Мона взяла на себя роль той самой женщины из снов, суккубы, посланника из безграничного свободного мира Непроявленного. Она взяла его за руку и, ощутив, какой теплой она была, подумала о том, какими, должно быть, холодными казались ему ее руки на фоне его собственных.
— Пойдем, — сказала она ему, и он встал.
Он последовал за ней наверх по ступеням подвала, накинув на голову капюшон и спрятав руки в рукава, но дойдя до верха, повернул в другую сторону от двери.
— Я должен позвать и их тоже, — сказал он, и начал подниматься по извилистой лестнице. Она последовала за ним, остановившись на самой последней ступени, чтобы посмотреть, что будет происходить дальше.
Он прошел вдоль длинной линии пустых камер, часть которых была без дверей, а другая часть — с современными сгнившими дверями, висевшими на сломанных петлях, ибо мистеру Пинкеру не было позволено навести здесь порядок, и теперь Мона понимала, почему. Переходя от одной двери к другой, Хью останавливался напротив каждой из них и называл имя. Бенедикт, Йоханнес, Гайлз — одного за другим звал он осужденных монахов, давным-давно истлевших в пыль. Мона гадала, ощущали ли в этот момент переродившиеся души внезапное пробуждение памяти внутри них, своего рода ностальгию по Непроявленному.

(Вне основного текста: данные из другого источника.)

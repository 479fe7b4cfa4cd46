"""Log in and out. Passwords are checked against werkzeug hashes."""

from __future__ import annotations

from urllib.parse import urlsplit

from flask import flash, redirect, render_template, request, url_for
from flask_login import current_user, login_required, login_user, logout_user
from sqlalchemy import select
from werkzeug.security import check_password_hash, generate_password_hash

from fieldapp.auth import bp
from fieldapp.auth.forms import LoginForm
from fieldapp.extensions import db, login_manager
from fieldapp.models import User

#: Checked when the user name is unknown, so both failures take the same time.
_DUMMY_HASH = generate_password_hash("not a password")


@login_manager.user_loader
def load_user(user_id: str) -> User | None:
    try:
        return db.session.get(User, int(user_id))
    except ValueError:
        return None


def _safe_next(target: str | None) -> str | None:
    """Only same-site paths are followed after login."""
    if not target:
        return None
    parts = urlsplit(target)
    if parts.scheme or parts.netloc or not target.startswith("/") or target.startswith("//"):
        return None
    return target


@bp.route("/login", methods=["GET", "POST"])
def login():
    if current_user.is_authenticated:
        return redirect(url_for("jobs.index"))
    form = LoginForm()
    if form.validate_on_submit():
        user = db.session.scalar(select(User).where(User.username == form.username.data.strip()))
        hashed = user.password_hash if user else _DUMMY_HASH
        if check_password_hash(hashed, form.password.data) and user is not None:
            login_user(user, remember=form.remember.data)
            flash(f"Logged in as {user.name} ({user.role}).", "ok")
            return redirect(_safe_next(request.args.get("next")) or url_for("jobs.index"))
        form.password.errors.append("User name or password is wrong.")
    status = 401 if request.method == "POST" else 200
    return render_template("auth/login.html", form=form), status


@bp.post("/logout")
@login_required
def logout():
    logout_user()
    flash("Logged out.", "info")
    return redirect(url_for("auth.login"))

Развернувшись в конце коридора, Хью пошел обратно, к ней, стоявшей на верхней ступени крутой и извилистой лестницы. Он шел медленно, как и подобало священнослужителю, и полы его одеяния медленно раскачивались в такт его шагам; его руки, спрятанные в широких рукавах, были сложены на животе; капюшон нависал над его лицом на манер того, как использовали его монахи во время медитации. Он подошел и остановился напротив нее, и посмотрев на него снизу вверх, она первый раз за всё это время отчетливо разглядела его лицо. В тенях капюшона оно казалось темным и мрачным, странно отличавшимся от лица Хью Пастона, и все же не ставшим еще лицом Амброзиуса.

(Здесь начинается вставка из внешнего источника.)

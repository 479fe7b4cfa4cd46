"""Login form."""

from flask_wtf import FlaskForm
from wtforms import BooleanField, PasswordField, StringField, SubmitField
from wtforms.validators import DataRequired, EqualTo, Length


class LoginForm(FlaskForm):
    username = StringField("User name", validators=[DataRequired(), Length(max=64)],
                           render_kw={"autocomplete": "username", "autocapitalize": "none"})
    password = PasswordField("Password", validators=[DataRequired(), Length(max=200)],
                             render_kw={"autocomplete": "current-password"})
    remember = BooleanField("Keep me logged in on this device")
    submit = SubmitField("Log in")


#: Shortest password a person may choose (the generated ones are longer).
MIN_PASSWORD = 10


class PasswordForm(FlaskForm):
    current = PasswordField("Current password", validators=[DataRequired(), Length(max=200)],
                            render_kw={"autocomplete": "current-password"})
    new = PasswordField("New password", validators=[
        DataRequired(), Length(min=MIN_PASSWORD, max=200,
                               message=f"{MIN_PASSWORD} to 200 characters.")],
        render_kw={"autocomplete": "new-password"})
    again = PasswordField("New password again", validators=[
        DataRequired(), EqualTo("new", message="The two new passwords differ.")],
        render_kw={"autocomplete": "new-password"})
    submit = SubmitField("Change password")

— Я уже не тот человек, которого ты знала, Мона, я кто-то совершенно другой.
— И я вижу это, — тихо ответила Мона.
Он не спросил ее, как это сделал бы Хью, не возражает ли она против этой перемены. Он дал ей время самой решить, принимает ли она это или нет, и, поступив таким образом, добился полного своего господства над ней.
— Осознаешь ли ты, кто я такой? — спросил он. — Я Cвященник, который владел Церковью. Церковь была создана для человека, Мона, а не человек для церкви.
Она заметила, что он не сказал ни «...который отрекся от церкви», ни даже «...который был отлучен от церкви», но «...который владел церковью».
Он подошел к ней ближе.
— Я никогда не надену этого одеяния снова, — сказал он, — Но есть одна вещь, которую я хотел бы сделать перед тем, как сниму его навсегда.